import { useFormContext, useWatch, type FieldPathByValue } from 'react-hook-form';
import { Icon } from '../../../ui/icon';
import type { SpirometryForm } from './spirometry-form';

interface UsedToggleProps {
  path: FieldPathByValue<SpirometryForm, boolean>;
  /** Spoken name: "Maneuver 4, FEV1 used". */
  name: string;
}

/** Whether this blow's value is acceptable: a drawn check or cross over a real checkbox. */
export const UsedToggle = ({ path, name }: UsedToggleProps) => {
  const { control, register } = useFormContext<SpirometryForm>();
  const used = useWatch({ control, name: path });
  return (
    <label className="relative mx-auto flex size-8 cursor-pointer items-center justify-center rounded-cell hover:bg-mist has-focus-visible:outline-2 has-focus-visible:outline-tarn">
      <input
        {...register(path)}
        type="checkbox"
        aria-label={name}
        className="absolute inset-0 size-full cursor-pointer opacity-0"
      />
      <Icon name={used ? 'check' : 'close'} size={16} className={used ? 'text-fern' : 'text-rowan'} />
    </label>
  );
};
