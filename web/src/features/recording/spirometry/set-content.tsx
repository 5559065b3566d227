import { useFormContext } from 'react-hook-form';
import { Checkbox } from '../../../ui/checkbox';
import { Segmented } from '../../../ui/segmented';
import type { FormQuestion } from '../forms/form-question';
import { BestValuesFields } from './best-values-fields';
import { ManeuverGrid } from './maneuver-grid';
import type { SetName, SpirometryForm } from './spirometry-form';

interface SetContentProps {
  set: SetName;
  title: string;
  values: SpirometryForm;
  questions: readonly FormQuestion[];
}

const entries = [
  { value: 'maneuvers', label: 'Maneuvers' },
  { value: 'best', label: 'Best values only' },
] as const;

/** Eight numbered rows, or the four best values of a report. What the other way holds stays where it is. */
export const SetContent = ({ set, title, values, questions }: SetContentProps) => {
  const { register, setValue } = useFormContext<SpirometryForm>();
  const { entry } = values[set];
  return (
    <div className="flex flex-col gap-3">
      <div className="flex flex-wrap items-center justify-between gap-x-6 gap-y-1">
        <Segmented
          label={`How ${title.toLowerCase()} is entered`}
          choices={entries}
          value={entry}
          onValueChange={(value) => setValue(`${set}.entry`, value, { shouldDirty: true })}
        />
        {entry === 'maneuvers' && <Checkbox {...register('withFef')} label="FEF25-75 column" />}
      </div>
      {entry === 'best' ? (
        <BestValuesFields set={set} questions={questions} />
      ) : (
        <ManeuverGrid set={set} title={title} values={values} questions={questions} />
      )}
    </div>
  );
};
...
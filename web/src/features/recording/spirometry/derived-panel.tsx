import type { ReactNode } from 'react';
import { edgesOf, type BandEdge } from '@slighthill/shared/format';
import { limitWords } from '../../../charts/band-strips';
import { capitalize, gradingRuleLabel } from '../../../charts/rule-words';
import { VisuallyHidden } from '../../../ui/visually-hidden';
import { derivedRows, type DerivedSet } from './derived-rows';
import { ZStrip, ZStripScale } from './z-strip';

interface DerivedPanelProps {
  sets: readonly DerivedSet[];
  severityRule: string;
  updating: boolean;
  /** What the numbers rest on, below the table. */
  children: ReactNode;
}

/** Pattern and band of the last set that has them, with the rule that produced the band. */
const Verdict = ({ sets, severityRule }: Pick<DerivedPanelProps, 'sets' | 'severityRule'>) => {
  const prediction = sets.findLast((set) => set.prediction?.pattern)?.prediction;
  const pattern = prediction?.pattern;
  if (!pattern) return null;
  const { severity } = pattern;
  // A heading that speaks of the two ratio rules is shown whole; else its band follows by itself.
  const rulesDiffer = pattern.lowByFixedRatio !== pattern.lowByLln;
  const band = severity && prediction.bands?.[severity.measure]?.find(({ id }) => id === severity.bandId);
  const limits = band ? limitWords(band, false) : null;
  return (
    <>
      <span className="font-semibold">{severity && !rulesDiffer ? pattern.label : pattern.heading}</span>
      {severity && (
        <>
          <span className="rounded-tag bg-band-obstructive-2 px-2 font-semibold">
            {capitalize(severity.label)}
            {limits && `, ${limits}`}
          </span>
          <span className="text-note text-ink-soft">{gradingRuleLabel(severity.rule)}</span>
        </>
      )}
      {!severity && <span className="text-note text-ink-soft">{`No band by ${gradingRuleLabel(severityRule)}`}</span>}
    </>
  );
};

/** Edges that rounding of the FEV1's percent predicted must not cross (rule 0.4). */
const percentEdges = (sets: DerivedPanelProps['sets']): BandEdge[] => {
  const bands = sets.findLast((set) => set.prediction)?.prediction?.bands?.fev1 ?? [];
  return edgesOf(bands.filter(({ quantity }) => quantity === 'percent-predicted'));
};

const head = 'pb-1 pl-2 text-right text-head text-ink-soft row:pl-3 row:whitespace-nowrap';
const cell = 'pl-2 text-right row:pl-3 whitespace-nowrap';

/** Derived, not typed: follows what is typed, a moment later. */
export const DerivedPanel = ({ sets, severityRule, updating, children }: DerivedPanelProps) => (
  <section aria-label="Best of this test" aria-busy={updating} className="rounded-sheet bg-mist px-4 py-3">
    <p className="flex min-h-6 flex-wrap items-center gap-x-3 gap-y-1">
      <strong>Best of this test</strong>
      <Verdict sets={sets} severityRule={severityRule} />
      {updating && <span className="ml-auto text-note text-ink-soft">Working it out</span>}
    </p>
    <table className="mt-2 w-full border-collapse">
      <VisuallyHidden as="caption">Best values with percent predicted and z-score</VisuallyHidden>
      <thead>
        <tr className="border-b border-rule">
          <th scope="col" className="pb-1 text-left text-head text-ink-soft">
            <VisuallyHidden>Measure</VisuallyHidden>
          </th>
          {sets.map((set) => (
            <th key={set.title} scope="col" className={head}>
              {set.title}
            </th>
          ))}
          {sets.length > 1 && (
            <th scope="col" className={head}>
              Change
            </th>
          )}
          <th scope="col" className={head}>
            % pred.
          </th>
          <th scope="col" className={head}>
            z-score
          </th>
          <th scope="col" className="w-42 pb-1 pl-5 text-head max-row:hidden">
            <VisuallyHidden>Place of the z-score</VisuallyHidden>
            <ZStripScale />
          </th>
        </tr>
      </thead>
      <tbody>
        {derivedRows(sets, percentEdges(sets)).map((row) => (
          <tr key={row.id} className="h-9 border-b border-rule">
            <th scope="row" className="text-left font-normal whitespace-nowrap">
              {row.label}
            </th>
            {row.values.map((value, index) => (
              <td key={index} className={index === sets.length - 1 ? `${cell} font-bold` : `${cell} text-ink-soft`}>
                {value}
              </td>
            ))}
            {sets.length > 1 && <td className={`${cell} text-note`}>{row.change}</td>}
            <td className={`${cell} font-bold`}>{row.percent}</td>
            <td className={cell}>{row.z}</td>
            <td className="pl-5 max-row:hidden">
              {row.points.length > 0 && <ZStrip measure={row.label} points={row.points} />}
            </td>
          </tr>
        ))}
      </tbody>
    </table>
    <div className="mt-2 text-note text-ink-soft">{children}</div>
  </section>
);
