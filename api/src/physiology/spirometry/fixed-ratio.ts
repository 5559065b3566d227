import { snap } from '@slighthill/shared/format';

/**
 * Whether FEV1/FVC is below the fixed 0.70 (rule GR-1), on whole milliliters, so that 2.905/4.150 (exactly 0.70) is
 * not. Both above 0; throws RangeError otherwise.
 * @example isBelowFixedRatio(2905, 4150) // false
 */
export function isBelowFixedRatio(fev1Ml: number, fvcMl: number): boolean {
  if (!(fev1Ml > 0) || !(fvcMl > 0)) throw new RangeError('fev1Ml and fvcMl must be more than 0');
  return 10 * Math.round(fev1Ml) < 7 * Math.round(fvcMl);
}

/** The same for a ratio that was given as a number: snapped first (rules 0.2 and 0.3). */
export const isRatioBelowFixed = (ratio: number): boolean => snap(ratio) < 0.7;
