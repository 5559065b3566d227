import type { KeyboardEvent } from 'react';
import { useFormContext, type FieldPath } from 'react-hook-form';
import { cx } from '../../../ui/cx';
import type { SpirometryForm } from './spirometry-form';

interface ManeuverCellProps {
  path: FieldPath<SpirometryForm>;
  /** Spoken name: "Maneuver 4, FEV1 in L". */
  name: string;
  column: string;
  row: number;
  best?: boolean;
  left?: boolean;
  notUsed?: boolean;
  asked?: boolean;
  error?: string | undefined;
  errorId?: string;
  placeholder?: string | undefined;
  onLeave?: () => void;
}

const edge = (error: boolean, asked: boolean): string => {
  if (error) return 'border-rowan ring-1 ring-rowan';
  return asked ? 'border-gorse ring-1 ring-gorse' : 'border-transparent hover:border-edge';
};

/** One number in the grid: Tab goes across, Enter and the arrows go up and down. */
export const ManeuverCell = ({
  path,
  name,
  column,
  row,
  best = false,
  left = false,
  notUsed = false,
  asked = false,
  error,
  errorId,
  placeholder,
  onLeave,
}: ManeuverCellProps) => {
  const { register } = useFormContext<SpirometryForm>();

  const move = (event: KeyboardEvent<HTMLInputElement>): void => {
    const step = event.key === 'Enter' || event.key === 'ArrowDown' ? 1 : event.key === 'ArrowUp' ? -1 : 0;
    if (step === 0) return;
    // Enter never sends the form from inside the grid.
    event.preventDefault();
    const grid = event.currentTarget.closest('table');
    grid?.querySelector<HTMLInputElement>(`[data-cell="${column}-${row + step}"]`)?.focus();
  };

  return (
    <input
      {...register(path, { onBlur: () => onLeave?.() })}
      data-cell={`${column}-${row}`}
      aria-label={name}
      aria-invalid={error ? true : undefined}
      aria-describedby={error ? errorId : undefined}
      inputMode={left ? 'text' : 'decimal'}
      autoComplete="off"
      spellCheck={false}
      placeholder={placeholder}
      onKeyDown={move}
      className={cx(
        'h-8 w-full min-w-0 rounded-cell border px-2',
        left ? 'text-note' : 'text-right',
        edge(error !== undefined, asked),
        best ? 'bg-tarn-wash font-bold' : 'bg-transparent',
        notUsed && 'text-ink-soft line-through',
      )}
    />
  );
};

* [Exercise] Write out exactly the lines above from the line with "useFormContext, useWatch, type" through the line with "values: SpirometryForm;", both of them included, and leave out all other lines.

* [Written response]
import { useFormContext, useWatch, type FieldPathByValue } from 'react-hook-form';
import { Icon } from '../../../ui/icon';
import type { SpirometryForm } from './spirometry-form';

interface UsedToggleProps {
  path: FieldPathByValue<SpirometryForm, boolean>;
  /** Spoken name: "Maneuver 4, FEV1 used". */
  name: string;
}

/** Whether this blow's value is acceptable: a drawn check or cross over a real checkbox. */
export const UsedToggle = ({ path, name }: UsedToggleProps) => {
  const { control, register } = useFormContext<SpirometryForm>();
  const used = useWatch({ control, name: path });
  return (
    <label className="relative mx-auto flex size-8 cursor-pointer items-center justify-center rounded-cell hover:bg-mist has-focus-visible:outline-2 has-focus-visible:outline-tarn">
      <input
        {...register(path)}
        type="checkbox"
        aria-label={name}
        className="absolute inset-0 size-full cursor-pointer opacity-0"
      />
      <Icon name={used ? 'check' : 'close'} size={16} className={used ? 'text-fern' : 'text-rowan'} />
    </label>
  );
};
filename web/src/features/recording/spirometry/set-content.tsx
repository 5559065b3566d227
import { useFormContext } from 'react-hook-form';
import { Checkbox } from '../../../ui/checkbox';
import { Segmented } from '../../../ui/segmented';
import type { FormQuestion } from '../forms/form-question';
import { BestValuesFields } from './best-values-fields';
import { ManeuverGrid } from './maneuver-grid';
import type { SetName, SpirometryForm } from './spirometry-form';

interface SetContentProps {
  set: SetName;
  title: string;
  values: SpirometryForm;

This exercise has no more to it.